» **TASK BRIEF**
Find the line containing "# at speed the". Reproduce it and every line after it up to the end of the records, exactly as written.

_ _ _ _ _ _ _

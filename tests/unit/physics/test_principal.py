"""Principal frame: ascending moments, proper rotation, the documented sign rule, symmetry flags,
the triangle inequality."""

from __future__ import annotations

import numpy as np
import pytest

from meshprops import measure_mesh, mesh_from_arrays
from meshprops.geometry import shapes
from meshprops.physics.principal import principal_frame


def _sign_rule(axis):
    """The documented rule (principal.py, README): the largest-magnitude component is positive."""
    index = int(np.argmax(np.abs(axis)))
    return -axis if axis[index] < 0 else axis


QUATERNIONS = [(1.0, 0.0, 0.0, 0.0), (0.9, 0.1, -0.3, 0.2), (0.2, -0.7, 0.6, 0.3), (-0.4, 0.5, 0.5, -0.6)]


@pytest.mark.parametrize("quaternion", QUATERNIONS)
def test_recovers_known_axes_with_the_sign_rule(quaternion, rotation):
    truth = rotation(quaternion)  # rows are the body axes in input coordinates
    moments = np.array([1.0, 2.5, 3.0])
    tensor = truth.T @ np.diag(moments) @ truth
    frame = principal_frame(tensor)
    np.testing.assert_allclose(frame.moments, moments, rtol=1e-13)
    expected_first = _sign_rule(truth[0])
    expected_second = _sign_rule(truth[1])
    np.testing.assert_allclose(frame.axes[0], expected_first, atol=1e-12)
    np.testing.assert_allclose(frame.axes[1], expected_second, atol=1e-12)
    np.testing.assert_allclose(frame.axes[2], np.cross(expected_first, expected_second), atol=1e-12)
    assert frame.symmetry == "asymmetric"
    assert frame.unique_axes == (True, True, True)


def test_axes_form_a_proper_rotation_that_diagonalizes(part, close):
    inertia = measure_mesh(mesh_from_arrays(*part), density=1000.0).properties.inertia_about_com
    frame = principal_frame(inertia)
    assert np.all(np.diff(frame.moments) >= 0.0)
    close(frame.axes @ frame.axes.T, np.eye(3), 1e-14)
    assert np.linalg.det(frame.axes) == pytest.approx(1.0, abs=1e-14)
    close(frame.axes @ inertia @ frame.axes.T, np.diag(frame.moments), 1e-13)


def test_same_body_same_axes_whatever_the_face_order(part):
    vertices, faces = part
    shuffled = np.random.default_rng(7).permutation(faces)
    first = principal_frame(measure_mesh(mesh_from_arrays(vertices, faces), density=1.0).properties.inertia_about_com)
    second = principal_frame(measure_mesh(mesh_from_arrays(vertices, shuffled), density=1.0).properties.inertia_about_com)
    # Deterministic signs: the two frames agree, not just up to a flip.
    np.testing.assert_allclose(first.axes, second.axes, atol=1e-12)


@pytest.mark.parametrize(
    ("vertices_faces", "symmetry", "unique"),
    [
        (shapes.box((1.0, 1.0, 1.0)), "spherical", (False, False, False)),  # a cube: every axis principal
        # Inscribed latitude-ring sphere: its n-fold symmetry keeps I_x = I_y; for this mesh the
        # polar moment comes out the smallest.
        (shapes.uv_sphere(1.0, 16, 32), "axisymmetric", (True, False, False)),
        (shapes.cylinder(1.0, 0.1, 64), "axisymmetric", (False, False, True)),  # disk: I1 = I2 < I3
        (shapes.cylinder(0.1, 2.0, 64), "axisymmetric", (True, False, False)),  # rod: I1 < I2 = I3
        (shapes.box((1.0, 2.0, 3.0)), "asymmetric", (True, True, True)),
    ],
)
def test_symmetry_flags(vertices_faces, symmetry, unique):
    frame = measure_mesh(mesh_from_arrays(*vertices_faces), density=1000.0).principal
    assert frame.symmetry == symmetry
    assert frame.unique_axes == unique
    assert np.linalg.det(frame.axes) == pytest.approx(1.0, abs=1e-12)
    if symmetry == "axisymmetric":  # the one unique axis is the axis of revolution
        np.testing.assert_allclose(np.abs(frame.axes[unique.index(True)]), [0.0, 0.0, 1.0], atol=1e-9)


def test_triangle_inequality():
    # Every physical body has I1 + I2 >= I3 (from I_z = ∫(x² + y²) ≤ ∫(x² + z²) + ∫(y² + z²)); a flat
    # plate reaches equality (perpendicular-axis theorem, handbook).
    assert principal_frame(np.diag([1.0, 2.0, 3.0])).satisfies_triangle_inequality
    plate = measure_mesh(mesh_from_arrays(*shapes.box((1.0, 2.0, 1e-4))), density=1000.0).principal
    assert plate.satisfies_triangle_inequality
    assert plate.moments[0] + plate.moments[1] == pytest.approx(plate.moments[2], rel=1e-7)
    assert not principal_frame(np.diag([1.0, 1.0, 3.0])).satisfies_triangle_inequality
    assert not principal_frame(np.diag([-1.0, 2.0, 3.0])).satisfies_triangle_inequality


def test_symmetry_tolerance_is_relative_to_the_largest_moment():
    base = np.diag([1.0, 1.0 + 5e-7, 2.0])
    assert principal_frame(base).symmetry == "axisymmetric"
    assert principal_frame(base, symmetry_rtol=1e-8).symmetry == "asymmetric"
    assert principal_frame(base * 1e-9).symmetry == "axisymmetric"  # scale-free
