Each check names its method. Meshes come from trimesh (a general-purpose reference
library, tensor convention about the centre of mass), so these tests do not depend
on meshprops' own integrator; the rotor tests measure meshes with meshprops itself.
"""

from __future__ import annotations

import math

import numpy as np
import pytest
import trimesh

from meshprops.errors import InputValueError, MeshpropsError
from meshprops.physics import balance as bal

STEEL = 7850.0  # kg/m^3, a plausible density; any value would do here


def rpm(n: float) -> float:
    return n * 2.0 * math.pi / 60.0


def trimesh_body(mesh: trimesh.Trimesh, density: float = STEEL):
    mesh.density = density
    properties = mesh.mass_properties
    return properties["mass"], np.asarray(properties["center_mass"]), np.asarray(properties["inertia"])


def disk(radius=0.1, height=0.02, sections=256):
    return trimesh.creation.cylinder(radius=radius, height=height, sections=sections)


def rotation_about_x(angle: float) -> np.ndarray:
    c, s = math.cos(angle), math.sin(angle)
    return np.array([[1.0, 0.0, 0.0], [0.0, c, -s], [0.0, s, c]])


def random_rotation(rng) -> np.ndarray:
    q, r = np.linalg.qr(rng.normal(size=(3, 3)))
    q = q * np.sign(np.diag(r))
    return q if np.linalg.det(q) > 0 else -q


def run(mass, center, inertia, **options):
    options.setdefault("axis_point", (0.0, 0.0, 0.0))
    options.setdefault("axis_direction", (0.0, 0.0, 1.0))
    options.setdefault("angular_speed", rpm(3000.0))
    options.setdefault("grade", 6.3)
    return bal.balance(mass, center, inertia, **options)


# --------------------------------------------------------------------------- static unbalance


def test_disk_with_offset_centre_of_mass_has_static_unbalance_m_e():
    # Method: handbook definition of static unbalance U = m e and the centrifugal force
    # of an eccentric mass F = m e Ω² (common practice).
    mesh = disk()
    offset = np.array([0.3e-3, 0.4e-3, 0.0])  # e = 0.5 mm at atan2(4, 3) from x
    mesh.apply_translation(offset)
    mass, center, inertia = trimesh_body(mesh)
    speed = rpm(3000.0)
    result = run(mass, center, inertia, angular_speed=speed, bearing_positions=(-0.1, 0.1))
    e = 0.5e-3
    assert result.static.offset_distance == pytest.approx(e, rel=1e-12)
    assert result.static.unbalance.magnitude == pytest.approx(mass * e, rel=1e-12)
    assert result.static.g_mm == pytest.approx(mass * 1e3 * 0.5, rel=1e-12)  # g × mm
    assert result.static.unbalance.angle_deg == pytest.approx(math.degrees(math.atan2(4, 3)), abs=1e-9)
    force = np.linalg.norm(result.spin.unbalance_force)
    assert force == pytest.approx(mass * e * speed**2, rel=1e-12)
    # bearings symmetric about the disk: each carries half of m e Ω², no couple part
    for bearing in result.bearings:
        assert bearing.static.magnitude == pytest.approx(mass * e * speed**2 / 2, rel=1e-9)
        assert bearing.couple.magnitude < 1e-9 * force
        assert bearing.total.angle_deg == pytest.approx(result.static.unbalance.angle_deg, abs=1e-9)
    assert result.couple.unbalance.magnitude < 1e-12 * mass * 0.1**2
    assert result.couple.unbalance.angle is None


def test_kinetic_energy_about_an_offset_shaft_uses_the_parallel_axis_theorem():
    # Method: handbook solid disk I = m r²/2 about its axis, parallel-axis theorem
    # I_shaft = I + m e², flywheel energy ½ I Ω².
    radius, e = 0.1, 2e-3
    mass = 3.0
    inertia = np.diag([mass * (3 * radius**2) / 12, mass * (3 * radius**2) / 12, mass * radius**2 / 2])
    speed = rpm(6000.0)
    result = run(mass, (e, 0.0, 0.0), inertia, angular_speed=speed)
    shaft = mass * radius**2 / 2 + mass * e**2
    assert result.spin.inertia_about_shaft == pytest.approx(shaft, rel=1e-14)
    assert result.flywheel.stored_energy == pytest.approx(0.5 * shaft * speed**2, rel=1e-14)
    assert result.flywheel.angular_momentum == pytest.approx(shaft * speed, rel=1e-14)
    assert result.flywheel.energy_per_mass == pytest.approx(0.5 * shaft * speed**2 / mass, rel=1e-14)
    assert result.spin.rotational_kinetic_energy == pytest.approx(0.25 * mass * radius**2 * speed**2, rel=1e-14)


def test_flywheel_energy_of_a_thin_disk_mesh_is_a_quarter_m_r2_omega2():
    # Method: handbook solid cylinder about its axis I = m r²/2; E = ½ I Ω² = ¼ m r² Ω².
    # The 512-sided polygon's inertia falls short of the circle's by O(1/n²) (< 1e-4 here).
    mass, center, inertia = trimesh_body(disk(radius=0.2, height=0.03, sections=512))
    speed = rpm(1500.0)
    result = run(mass, center, inertia, angular_speed=speed)
    assert result.flywheel.stored_energy == pytest.approx(0.25 * mass * 0.2**2 * speed**2, rel=1e-4)
    assert result.flywheel.energy_per_mass == pytest.approx(0.25 * 0.2**2 * speed**2, rel=1e-4)


# --------------------------------------------------------------------------- couple unbalance


@pytest.mark.parametrize("degrees", [0.5, 2.0, 5.0])
def test_tilted_disk_has_couple_unbalance_delta_i_sin_cos(degrees):
    # Method: rotating the inertia tensor I' = R I Rᵀ of an axisymmetric disk tilted by θ
    # gives the product of inertia (I_axial − I_transverse) sin θ cos θ in shaft axes.
    theta = math.radians(degrees)
    upright = disk(radius=0.1, height=0.02)
    _, _, untilted = trimesh_body(upright.copy())
    axial, transverse = untilted[2, 2], untilted[0, 0]
    tilted = upright.copy()
    tilted.apply_transform(trimesh.transformations.rotation_matrix(theta, [1.0, 0.0, 0.0]))
    mass, center, inertia = trimesh_body(tilted)
    result = run(mass, center, inertia)
    expected = (axial - transverse) * math.sin(theta) * math.cos(theta)
    assert result.couple.unbalance.magnitude == pytest.approx(abs(expected), rel=1e-9)
    assert result.couple.g_mm2 == pytest.approx(abs(expected) * 1e9, rel=1e-9)
    assert result.tilt.angle == pytest.approx(theta, rel=1e-9)
    assert result.tilt.unique
    assert result.tilt.moment == pytest.approx(axial, rel=1e-9)
    assert result.static.unbalance.magnitude < 1e-12 * mass * 0.1
    # Rotating about +x by θ turns the disk's plane to contain (0, cos θ, sin θ): its mass
    # on the +z side lies towards +y, so P_va = ∫ z y dm > 0 for a disk (I_a > I_t): 90°.
    assert result.couple.unbalance.angle_deg == pytest.approx(90.0, abs=1e-6)
    # at speed the bearings must turn L: |ω × L| = Ω² |C|, and L leaves the shaft
    speed = result.spin.angular_speed
    assert np.linalg.norm(result.spin.unbalance_moment) == pytest.approx(speed**2 * abs(expected), rel=1e-9)
    assert result.spin.momentum_angle_to_shaft > 0.0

_ _ _ _ _ _ _

» **TASK ANSWER**
    # at speed the bearings must turn L: |ω × L| = Ω² |C|, and L leaves the shaft
    speed = result.spin.angular_speed
    assert np.linalg.norm(result.spin.unbalance_moment) == pytest.approx(speed**2 * abs(expected), rel=1e-9)
    assert result.spin.momentum_angle_to_shaft > 0.0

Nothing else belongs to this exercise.